The lines wanted run from the first one below through the one with "truth, with its". Return them exactly.

PROVIDED INFORMATION:
★ ★ ★ ★ ★

std::string estimator_scores_markdown(const std::vector<EstimateScore>& scores) {
  std::string out = "## Estimators\n\n";
  if (scores.empty()) return out + "The run declares no estimators.\n";
  out += "Bias = mean − truth, with its standard error over trials; sd = standard deviation of "
         "the estimates; RMSE = √(mean of (estimate − truth)²). Intervals: percentile bootstrap "
         "over trials. Rates: weighted fit of |bias| (points within 2 SE of 0 left out) and RMSE "
         "≈ C·N^(−α).\n\n";
  // Group by truth text: estimators of the same truth side by side.
  std::vector<std::string> truths;
  for (const auto& s : scores) {
    if (std::find(truths.begin(), truths.end(), s.truth.text) == truths.end()) {
      truths.push_back(s.truth.text);
    }
  }
  for (const auto& truth : truths) {
    std::vector<const EstimateScore*> group;
    for (const auto& s : scores) {
      if (s.truth.text == truth) group.push_back(&s);
    }
    const TruthValue& tv = group.front()->truth;
    out += "### Truth `" + truth + "`";
    out += tv.known ? " = " + fmt("%.10g", tv.value) : std::string(" (unknown)");
    out += "\n\n" + tv.note + "\n\n";
    out += "| N | estimate | trials | failed | mean | bias ± SE | bias CI | sd | sd CI | RMSE | "
           "RMSE CI |\n|---|---|---|---|---|---|---|---|---|---|---|\n";
    std::vector<std::int64_t> ns;
    for (const auto* s : group) {
      for (const auto& z : s->sizes) {
        if (std::find(ns.begin(), ns.end(), z.n) == ns.end()) ns.push_back(z.n);
      }
    }
    std::sort(ns.begin(), ns.end());
    const auto g = [](double x) { return std::isfinite(x) ? fmt("%.4g", x) : std::string("–"); };
    for (const auto n : ns) {
      for (const auto* s : group) {
        for (const auto& z : s->sizes) {
          if (z.n != n) continue;
          out += "| " + std::to_string(n) + " | " + s->estimator + "." + s->estimate + " | " +
                 std::to_string(z.trials) + " | " + std::to_string(z.failed) + " | " + g(z.mean) +
                 " | " + g(z.bias) + " ± " + g(z.bias_se) + " | [" + g(z.bias_low) + ", " +
                 g(z.bias_high) + "] | " + g(z.sd) + " | [" + g(z.sd_low) + ", " + g(z.sd_high) +
                 "] | " + g(z.rmse) + " | [" + g(z.rmse_low) + ", " + g(z.rmse_high) + "] |\n";
        }
      }
    }
    out += "\n";
    for (const auto* s : group) {
      if (!tv.known) continue;
      out += "- `" + s->estimator + "." + s->estimate + "` |bias|: " +
             describe_fit(s->bias_rate, std::nullopt) + "\n";
      out += "- `" + s->estimator + "." + s->estimate + "` RMSE: " +
             describe_fit(s->rmse_rate, std::nullopt) + "\n";
    }
    for (const auto* s : group) {
      for (const auto& [why, count] : s->failure_reasons) {
        out += "- `" + s->estimator + "." + s->estimate + "` failed " + std::to_string(count) +
               "×: " + why + "\n";
      }
    }
    out += "\n";
  }
  return out;
}
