RunFile RunFile::create(const std::string& path, const RunHeader& header_in) {
  header_in.validate();
  h5::quiet();
  RunHeader header = header_in;
  header.tool_version = freegap::tool_version;
  header.git_revision = freegap::git_revision;

  struct stat info {};
  if (::lstat(path.c_str(), &info) == 0) refuse_existing(path);

  // Reserve the temporary name ourselves: unlike HDF5, open() tells why it failed (errno).
  const std::string temp = temp_name_for(path);
  const int fd = ::open(temp.c_str(), O_WRONLY | O_CREAT | O_EXCL | O_CLOEXEC, 0666);
  if (fd < 0) {
    throw InputError("cannot create run file '" + path + "' (" + std::strerror(errno) +
                     "); choose an output path in a directory you can write to");
  }
  ::close(fd);
  TempFile guard(temp);

  auto impl = std::make_unique<Impl>();
  impl->path = path;
  impl->writable = true;
  impl->header = header;
  impl->checksummed = true;
  impl->integrity.checksummed = true;
  const Where temp_where{temp};
  try {
    impl->file = h5::own(H5Fcreate(temp.c_str(), H5F_ACC_TRUNC, H5P_DEFAULT, H5P_DEFAULT), H5Fclose,
                         temp_where, "create the file");
    impl->make_types();
    Id session_file = packed(impl->session_type.get(), temp_where);
    Id unit_file = packed(impl->unit_type.get(), temp_where);
    write_header(impl->file.get(), header, impl->string_type.get(), session_file.get(),
                 unit_file.get(), temp_where);
    for (std::size_t i = 0; i < header.sizes.size(); ++i) {
      impl->sizes.push_back(open_size(impl->file.get(), i, header.sizes[i], header.estimates.size(),
                                      header.estimators().size(), true, temp_where));
      impl->marked.emplace_back(static_cast<std::size_t>(header.sizes[i].units()), false);
      impl->markers.emplace_back(static_cast<std::size_t>(header.sizes[i].units()), 0);
      impl->committed.push_back(impl->marked.back());
    }
    Id provenance = h5::open_group(impl->file.get(), "provenance", temp_where);
    impl->sessions = h5::open_dataset(provenance.get(), "sessions", temp_where);
    impl->unit_records = h5::open_dataset(provenance.get(), "units", temp_where);
    impl->flush("flush the new file");
  } catch (const InputError&) {
    throw;
  } catch (const Error& e) {
    // The file is built under a hidden name; the user knows only `path`.
    std::string why = e.what();
    const std::string prefix = "run file '" + temp + "': ";
    if (why.starts_with(prefix)) why.erase(0, prefix.size());
    if (const std::string room = lack_of_room(why); !room.empty()) {
      throw Error("cannot create run file '" + path + "': there is no room for it (" + room +
                  "); free space or choose an output path on another file system; nothing was "
                  "left behind");
    }
    throw Error("cannot create run file '" + path + "': " + why);
  }

  move_into_place(temp, path, guard);
  return RunFile(std::move(impl));
}

// Why a contained read of a run file did not finish ("" when it did).
static std::string failure_of(const contained::Outcome& outcome) {
  switch (outcome.kind) {
    case contained::Outcome::Kind::signalled:
      return "reading it killed the process that checks it: " +
             contained::signal_text(outcome.signal);
    case contained::Outcome::Kind::stalled: {
      std::ostringstream seconds;
      seconds << outcome.stall_seconds;
      return "reading it made no progress for " + seconds.str() + " s";
    }
    case contained::Outcome::Kind::lost:
      return "the process that checks it ended without an answer";
    case contained::Outcome::Kind::finished:
      break;
  }
  return "";
}

Integrity RunFile::check_contained(const std::string& path, bool resume, bool everything) {
  const Purpose purpose = resume ? Purpose::resume : Purpose::read;
  const contained::Outcome outcome = contained::run(
      [&](const contained::Emit& emit) {
        try {
          h5::quiet();
          auto impl = load_unchecked(path, purpose, H5F_ACC_RDONLY);
          emit(".");
          const bool checksummed = impl->checksummed;
          if (everything) {
            // Every read the commands make, in this process, so that the caller's reads of the
            // same objects afterwards are known not to crash.
            const auto damaged = check_units(*impl, emit);
            apply_damage(*impl, damaged);
            const RunFile file(std::move(impl));
            for (std::size_t i = 0; i < file.header().sizes.size(); ++i) {
              file.read_unit_histograms(i);
              emit(".");
              file.read_observations(i);
              emit(".");
              file.read_estimates(i);
              emit(".");
            }
            file.read_provenance();
            for (const auto& d : damaged) {
              emit("D " + std::to_string(d.size_index) + " " + std::to_string(d.n) + " " +
                   std::to_string(d.unit) + " " + (d.rewritable ? "1 " : "0 ") + d.reason);
            }
          }
          emit(checksummed ? "C" : "U");
        } catch (const InputError& e) {
          emit(std::string("I ") + e.what());
        } catch (const std::exception& e) {
          emit(std::string("F ") + e.what());
        }
      },
      contained::stall_limit());
  const std::string why = failure_of(outcome);
  if (!why.empty()) {
    throw InputError("run file '" + path + "' is damaged where HDF5 cannot read it (" + why +
                     "); " + damaged_fix(purpose));
  }
  Integrity out;
  for (const std::string& line : outcome.lines) {
    if (line == ".") continue;
    if (line.starts_with("I ")) throw InputError(line.substr(2));
    if (line.starts_with("F ")) refuse_damaged(path, line.substr(2), purpose);
    if (line == "C") out.checksummed = true;
    if (line.starts_with("D ")) {
      std::istringstream in(line.substr(2));
      DamagedUnit d;
      in >> d.size_index >> d.n >> d.unit >> d.rewritable;
      std::getline(in >> std::ws, d.reason);
      out.damaged.push_back(std::move(d));
    }
  }
  return out;
}

std::unique_ptr<RunFile::Impl> RunFile::load(const std::string& path, bool resume, unsigned flags) {
  const Integrity found = check_contained(path, resume, true);
  auto impl = load_unchecked(path, resume ? Purpose::resume : Purpose::read, flags);
  apply_damage(*impl, found.damaged);
  return impl;
}

Integrity verify(const std::string& path, bool resume) {
  return RunFile::check_contained(path, resume, true);
}

const Integrity& RunFile::integrity() const { return impl_->integrity; }

RunFile RunFile::open_for_resume(const std::string& path, const RunHeader& expected) {
  expected.validate();
  const Integrity found = check_contained(path, true, true);
  std::string stuck;
  for (const auto& d : found.damaged) {
    if (!d.rewritable) {
      stuck += (stuck.empty() ? "" : "; ") + std::string("N = ") + std::to_string(d.n) + ", unit " +
               std::to_string(d.unit) + ": " + d.reason;
    }
  }
  if (!stuck.empty()) {
    throw InputError("run file '" + path + "' is damaged where a resume cannot write it again (" +
                     stuck + "); restore a good copy, or start over with --fresh");
  }
  {
    // Every check on a read-only handle first: a foreign file is then never opened for writing,
    // so HDF5 cannot touch it (closing a read-write handle may rewrite its end).
    auto probe = load_unchecked(path, Purpose::resume, H5F_ACC_RDONLY);
    const RunHeader& found = probe->header;
    if (found.job_hash != expected.job_hash) {
      throw InputError("run file '" + path + "' was written by another job (job hash " +
                       short_hash(found.job_hash) + " in the file, " +
                       short_hash(expected.job_hash) +
                       " for this job); use a new output path or --fresh to start over");
    }
    std::string path_difference = path_mismatch(found, expected);
    if (path_difference.empty()) path_difference = sampler_mismatch(found, expected);
    if (!path_difference.empty()) {
      throw InputError("run file '" + path + "' " + path_difference +
                       "; use a new output path or --fresh to start over");
    }
    const std::string difference = first_difference(found, expected);
    if (!difference.empty()) {
      throw InputError("run file '" + path +
                       "' does not match this job although the job hash does (" + difference +
                       "); use a new output path or --fresh to start over");
    }
  }
  auto impl = load_unchecked(path, Purpose::resume, H5F_ACC_RDWR);
  apply_damage(*impl, found.damaged);
  return RunFile(std::move(impl));
}

RunHeader read_header_for_resume(const std::string& path) {
  // The header alone: what the check reads is what this reads.
  RunFile::check_contained(path, true, false);
  return load_unchecked(path, Purpose::resume, H5F_ACC_RDONLY)->header;
}

namespace {

// check_replaceable in this process: HDF5 reads the file here.
void check_replaceable_here(const std::string& path) {
  h5::quiet();
  struct stat info {};
  if (::stat(path.c_str(), &info) != 0) return;  // nothing there: nothing to replace
  const std::string refuse = "--fresh replaces only freegap run files; choose another output path";
  if (!S_ISREG(info.st_mode)) {
    throw InputError("'" + path + "' is not a freegap run file (not a regular file); " + refuse);
  }
  {
    std::ifstream in(path, std::ios::binary);
    if (!in || !has_hdf5_signature(in, static_cast<std::uint64_t>(info.st_size))) {
      throw InputError("'" + path + "' is not a freegap run file (not an HDF5 file); " + refuse);
    }
  }
  const hid_t id = H5Fopen(path.c_str(), H5F_ACC_RDONLY, H5P_DEFAULT);
  if (id < 0) {
    const auto stack = h5::error_stack();
    H5Eclear2(H5E_DEFAULT);
    const bool locked = std::any_of(stack.begin(), stack.end(), [](const std::string& line) {
      return line.find("unable to lock") != std::string::npos;
    });
    if (locked) {
      throw InputError("run file '" + path +
                       "' is open in another process (HDF5 could not lock it); wait for that "
                       "run to finish or use another output path");
    }
    // Truncated, damaged, or not HDF5 at all behind a copied signature: nothing proves freegap
    // wrote it, so it is not deleted (a damaged run file of one's own is removed by hand).
    throw InputError("'" + path +
                     "' cannot be opened as an HDF5 file (damaged, cut short or not HDF5), so "
                     "nothing proves it is a freegap run file and --fresh does not delete it; if "
                     "it is a run file of yours, delete it yourself, otherwise choose another "
                     "output path");
  }
  const Id file(id, H5Fclose);
  if (!h5::has_attribute(file.get(), "file_kind")) {
    throw InputError("'" + path + "' is not a freegap run file (file_kind is missing); " + refuse);
  }
  std::string kind(1, '?');  // not a literal assignment: GCC 12 -Wrestrict false positive
  try {
    kind = h5::read_string_attribute(file.get(), "file_kind", Where{path});
  } catch (const Error&) {
  }
  if (kind != kFileKind) {
    throw InputError("'" + path + "' is not a freegap run file (file_kind is \"" + kind + "\"); " +
                     refuse);
  }
}

}  // namespace

void check_replaceable(const std::string& path) {
  const contained::Outcome outcome = contained::run(
      [&](const contained::Emit& emit) {
        try {
          h5::quiet();
          check_replaceable_here(path);
          emit("Y");
        } catch (const InputError& e) {
          emit(std::string("I ") + e.what());
        } catch (const std::exception& e) {
          emit(std::string("F ") + e.what());
        }
      },
      contained::stall_limit());
  const std::string why = failure_of(outcome);
  if (why.empty()) {
    for (const std::string& line : outcome.lines) {
      if (line.starts_with("I ")) throw InputError(line.substr(2));
      if (line.starts_with("F ")) throw Error(line.substr(2));
    }
    return;
  }
  // What cannot be read cannot be proved a run file, and --fresh deletes nothing else.
  throw InputError("'" + path + "' is damaged where HDF5 cannot read it (" + why +
                   "), so it cannot be proved a freegap run file; --fresh replaces only freegap "
                   "run files; move it away yourself or choose another output path");
}

RunFile RunFile::open_read(const std::string& path) {
  return RunFile(load(path, false, H5F_ACC_RDONLY));
}

std::vector<bool> RunFile::committed(std::size_t size_index) const {
  if (size_index >= impl_->committed.size()) {
    throw Error("run file '" + impl_->path + "': no size " + std::to_string(size_index));
  }
  return impl_->committed[size_index];
}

★ ★ ★ ★ ★

TASK OUTPUT:
std::string estimator_scores_markdown(const std::vector<EstimateScore>& scores) {
  std::string out = "## Estimators\n\n";
  if (scores.empty()) return out + "The run declares no estimators.\n";
  out += "Bias = mean − truth, with its standard error over trials; sd = standard deviation of "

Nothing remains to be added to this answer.